"""The time axis: calendars, the length of a time step, and gaps.

Works on numpy datetime64 and cftime time coordinates alike.  Lengths of steps come from
the file's own calendar: a month in a ``noleap`` calendar has 28 days in February, every
month of a ``360_day`` calendar has 30.
"""

from __future__ import annotations

import numpy as np
import pandas as pd
import xarray as xr

from ..errors import CalendarError, TimeAxisError

SUPPORTED_CALENDARS = {
    "standard", "gregorian", "proleptic_gregorian", "noleap", "365_day",
    "all_leap", "366_day", "360_day", "julian",
}
STEP_SECONDS = {"hour": 3600.0, "day": 86400.0}
_FREQ = {"hour": "h", "day": "D", "month": "MS"}


def check_calendar(calendar, *, source=None, variable="time") -> str:
    if calendar is not None and not isinstance(calendar, str):
        raise CalendarError(f"has a calendar attribute that is not text ({calendar!r})", source=source,
                            variable=variable, expected="a CF calendar name such as 'standard' or 'noleap'",
                            fix="set the time variable's calendar attribute to a calendar name")
    cal = (calendar or "standard").strip().lower()
    if cal not in SUPPORTED_CALENDARS:
        raise CalendarError(
            f"uses the calendar '{calendar}', which is not supported", source=source, variable=variable,
            expected="one of " + ", ".join(sorted(SUPPORTED_CALENDARS)),
            fix="convert the time axis to a CF calendar (for example with cftime) before opening")
    return cal


def calendar_of(time: xr.DataArray) -> str:
    """The CF calendar name of a decoded time coordinate."""
    if np.issubdtype(time.dtype, np.datetime64):
        return "standard"
    return time.dt.calendar


def _offsets_seconds(index) -> np.ndarray:
    """Seconds between consecutive time stamps, for datetime64 or cftime indexes."""
    deltas = index[1:] - index[:-1]
    return np.asarray(pd.TimedeltaIndex(deltas).total_seconds(), dtype=float)


def infer_step(time: xr.DataArray, bounds: xr.DataArray | None = None, *, source=None) -> str:
    """"hour", "day" or "month", from time bounds when present, else from the spacing."""
    index = time.to_index()
    if bounds is not None and bounds.size >= 2:
        b = bounds.values
        lengths = np.asarray(pd.TimedeltaIndex(
            pd.Index(b[:, 1]) - pd.Index(b[:, 0]) if not np.issubdtype(b.dtype, np.datetime64)
            else b[:, 1] - b[:, 0]).total_seconds())
    elif len(index) >= 2:
        lengths = _offsets_seconds(index)
    else:
        raise TimeAxisError(
            "has a single time step and no time bounds, so the length of the step is unknown",
            source=source, variable="time", expected="at least two time steps or a 'bounds' variable on time",
            fix="add CF time bounds (time_bnds) to the file, or open more than one time step")
    typical = float(np.median(lengths))
    if abs(typical - 3600.0) < 60:
        return "hour"
    if abs(typical - 86400.0) < 3600:
        return "day"
    if 27 * 86400 <= typical <= 31.5 * 86400:
        return "month"
    raise TimeAxisError(
        f"has a time step of about {typical / 3600:.4g} hours", source=source, variable="time",
        expected="hourly, daily or monthly data",
        fix="resample to hourly, daily or monthly totals before opening (for example with xarray's resample)")


def step_seconds(time: xr.DataArray, step: str) -> xr.DataArray:
    """Length of each time step in seconds in the time axis's own calendar."""
    if step == "month":
        return (time.dt.days_in_month * 86400.0).astype(float)
    return xr.full_like(time, STEP_SECONDS[step], dtype=float)


def check_monotonic(time_values, *, source=None):
    """Raise for duplicated or decreasing times; tell where the first one is."""
    values = np.asarray(time_values)
    if values.size < 2:
        return
    try:
        d = np.diff(values.astype(float)) if np.issubdtype(values.dtype, np.number) else None
    except (TypeError, ValueError):
        d = None
    if d is None:
        d = _offsets_seconds(pd.Index(values))
    dup = np.flatnonzero(d == 0)
    if dup.size:
        raise TimeAxisError(
            f"has {dup.size} duplicated time stamp(s); the first at position {int(dup[0]) + 1}",
            source=source, variable="time", expected="strictly increasing times",
            fix="drop the duplicates (for example ds.drop_duplicates('time')) or remove overlapping files from the list")
    back = np.flatnonzero(d < 0)
    if back.size:
        raise TimeAxisError(
            f"has times that go backwards ({back.size} place(s); the first at position {int(back[0]) + 1})",
            source=source, variable="time", expected="strictly increasing times",
            fix="sort by time (ds.sortby('time')) or list the files in time order")


def month_starts(time: xr.DataArray) -> xr.DataArray:
    """The first instant of each time stamp's month, in the same calendar."""
    cal = calendar_of(time)
    years, months = time.dt.year.values, time.dt.month.values
    if cal == "standard" and np.issubdtype(time.dtype, np.datetime64):
        values = pd.to_datetime({"year": years, "month": months, "day": 1}).values
    else:
        import cftime

        values = np.array([cftime.datetime(int(y), int(m), 1, calendar=cal) for y, m in zip(years, months)])
    return xr.DataArray(values, dims=time.dims, attrs=time.attrs)


def full_axis(time: xr.DataArray, step: str):
    """Every time stamp the axis should have between its first and last entries."""
    cal = calendar_of(time)
    start, end = time.values[0], time.values[-1]
    use_cftime = not np.issubdtype(time.dtype, np.datetime64)
    return xr.date_range(start=start, end=end, freq=_FREQ[step], calendar=cal, use_cftime=use_cftime)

**Task directions**: Restate the data above exactly, keeping each word as it stands.

**Result of this exercise**:
"""The time axis: calendars, the length of a time step, and gaps.

Works on numpy datetime64 and cftime time coordinates alike.  Lengths of steps come from
the file's own calendar: a month in a ``noleap`` calendar has 28 days in February, every
month of a ``360_day`` calendar has 30.
"""

from __future__ import annotations

import numpy as np
import pandas as pd
import xarray as xr

from ..errors import CalendarError, TimeAxisError

SUPPORTED_CALENDARS = {
    "standard", "gregorian", "proleptic_gregorian", "noleap", "365_day",
    "all_leap", "366_day", "360_day", "julian",
}
STEP_SECONDS = {"hour": 3600.0, "day": 86400.0}
_FREQ = {"hour": "h", "day": "D", "month": "MS"}


def check_calendar(calendar, *, source=None, variable="time") -> str:
    if calendar is not None and not isinstance(calendar, str):
        raise CalendarError(f"has a calendar attribute that is not text ({calendar!r})", source=source,
                            variable=variable, expected="a CF calendar name such as 'standard' or 'noleap'",
                            fix="set the time variable's calendar attribute to a calendar name")
    cal = (calendar or "standard").strip().lower()
    if cal not in SUPPORTED_CALENDARS:
        raise CalendarError(
            f"uses the calendar '{calendar}', which is not supported", source=source, variable=variable,
            expected="one of " + ", ".join(sorted(SUPPORTED_CALENDARS)),
            fix="convert the time axis to a CF calendar (for example with cftime) before opening")
    return cal


def calendar_of(time: xr.DataArray) -> str:
    """The CF calendar name of a decoded time coordinate."""
    if np.issubdtype(time.dtype, np.datetime64):
        return "standard"
    return time.dt.calendar


def _offsets_seconds(index) -> np.ndarray:
    """Seconds between consecutive time stamps, for datetime64 or cftime indexes."""
    deltas = index[1:] - index[:-1]
    return np.asarray(pd.TimedeltaIndex(deltas).total_seconds(), dtype=float)


def infer_step(time: xr.DataArray, bounds: xr.DataArray | None = None, *, source=None) -> str:
    """"hour", "day" or "month", from time bounds when present, else from the spacing."""
    index = time.to_index()
    if bounds is not None and bounds.size >= 2:
        b = bounds.values
        lengths = np.asarray(pd.TimedeltaIndex(
            pd.Index(b[:, 1]) - pd.Index(b[:, 0]) if not np.issubdtype(b.dtype, np.datetime64)
            else b[:, 1] - b[:, 0]).total_seconds())
    elif len(index) >= 2:
        lengths = _offsets_seconds(index)
    else:
        raise TimeAxisError(
            "has a single time step and no time bounds, so the length of the step is unknown",
            source=source, variable="time", expected="at least two time steps or a 'bounds' variable on time",
            fix="add CF time bounds (time_bnds) to the file, or open more than one time step")
    typical = float(np.median(lengths))
    if abs(typical - 3600.0) < 60:
        return "hour"
    if abs(typical - 86400.0) < 3600:
        return "day"
    if 27 * 86400 <= typical <= 31.5 * 86400:
        return "month"
    raise TimeAxisError(
        f"has a time step of about {typical / 3600:.4g} hours", source=source, variable="time",
        expected="hourly, daily or monthly data",
        fix="resample to hourly, daily or monthly totals before opening (for example with xarray's resample)")


def step_seconds(time: xr.DataArray, step: str) -> xr.DataArray:
    """Length of each time step in seconds in the time axis's own calendar."""
    if step == "month":
        return (time.dt.days_in_month * 86400.0).astype(float)
    return xr.full_like(time, STEP_SECONDS[step], dtype=float)


def check_monotonic(time_values, *, source=None):
    """Raise for duplicated or decreasing times; tell where the first one is."""
    values = np.asarray(time_values)
    if values.size < 2:
        return
    try:
        d = np.diff(values.astype(float)) if np.issubdtype(values.dtype, np.number) else None
    except (TypeError, ValueError):
        d = None
    if d is None:
        d = _offsets_seconds(pd.Index(values))
    dup = np.flatnonzero(d == 0)
    if dup.size:
        raise TimeAxisError(
            f"has {dup.size} duplicated time stamp(s); the first at position {int(dup[0]) + 1}",
            source=source, variable="time", expected="strictly increasing times",
            fix="drop the duplicates (for example ds.drop_duplicates('time')) or remove overlapping files from the list")
    back = np.flatnonzero(d < 0)
    if back.size:
        raise TimeAxisError(
            f"has times that go backwards ({back.size} place(s); the first at position {int(back[0]) + 1})",
            source=source, variable="time", expected="strictly increasing times",
            fix="sort by time (ds.sortby('time')) or list the files in time order")


def month_starts(time: xr.DataArray) -> xr.DataArray:
    """The first instant of each time stamp's month, in the same calendar."""
    cal = calendar_of(time)
    years, months = time.dt.year.values, time.dt.month.values
    if cal == "standard" and np.issubdtype(time.dtype, np.datetime64):
        values = pd.to_datetime({"year": years, "month": months, "day": 1}).values
    else:
        import cftime

        values = np.array([cftime.datetime(int(y), int(m), 1, calendar=cal) for y, m in zip(years, months)])
    return xr.DataArray(values, dims=time.dims, attrs=time.attrs)


def full_axis(time: xr.DataArray, step: str):
    """Every time stamp the axis should have between its first and last entries."""
    cal = calendar_of(time)
    start, end = time.values[0], time.values[-1]
    use_cftime = not np.issubdtype(time.dtype, np.datetime64)
    return xr.date_range(start=start, end=end, freq=_FREQ[step], calendar=cal, use_cftime=use_cftime)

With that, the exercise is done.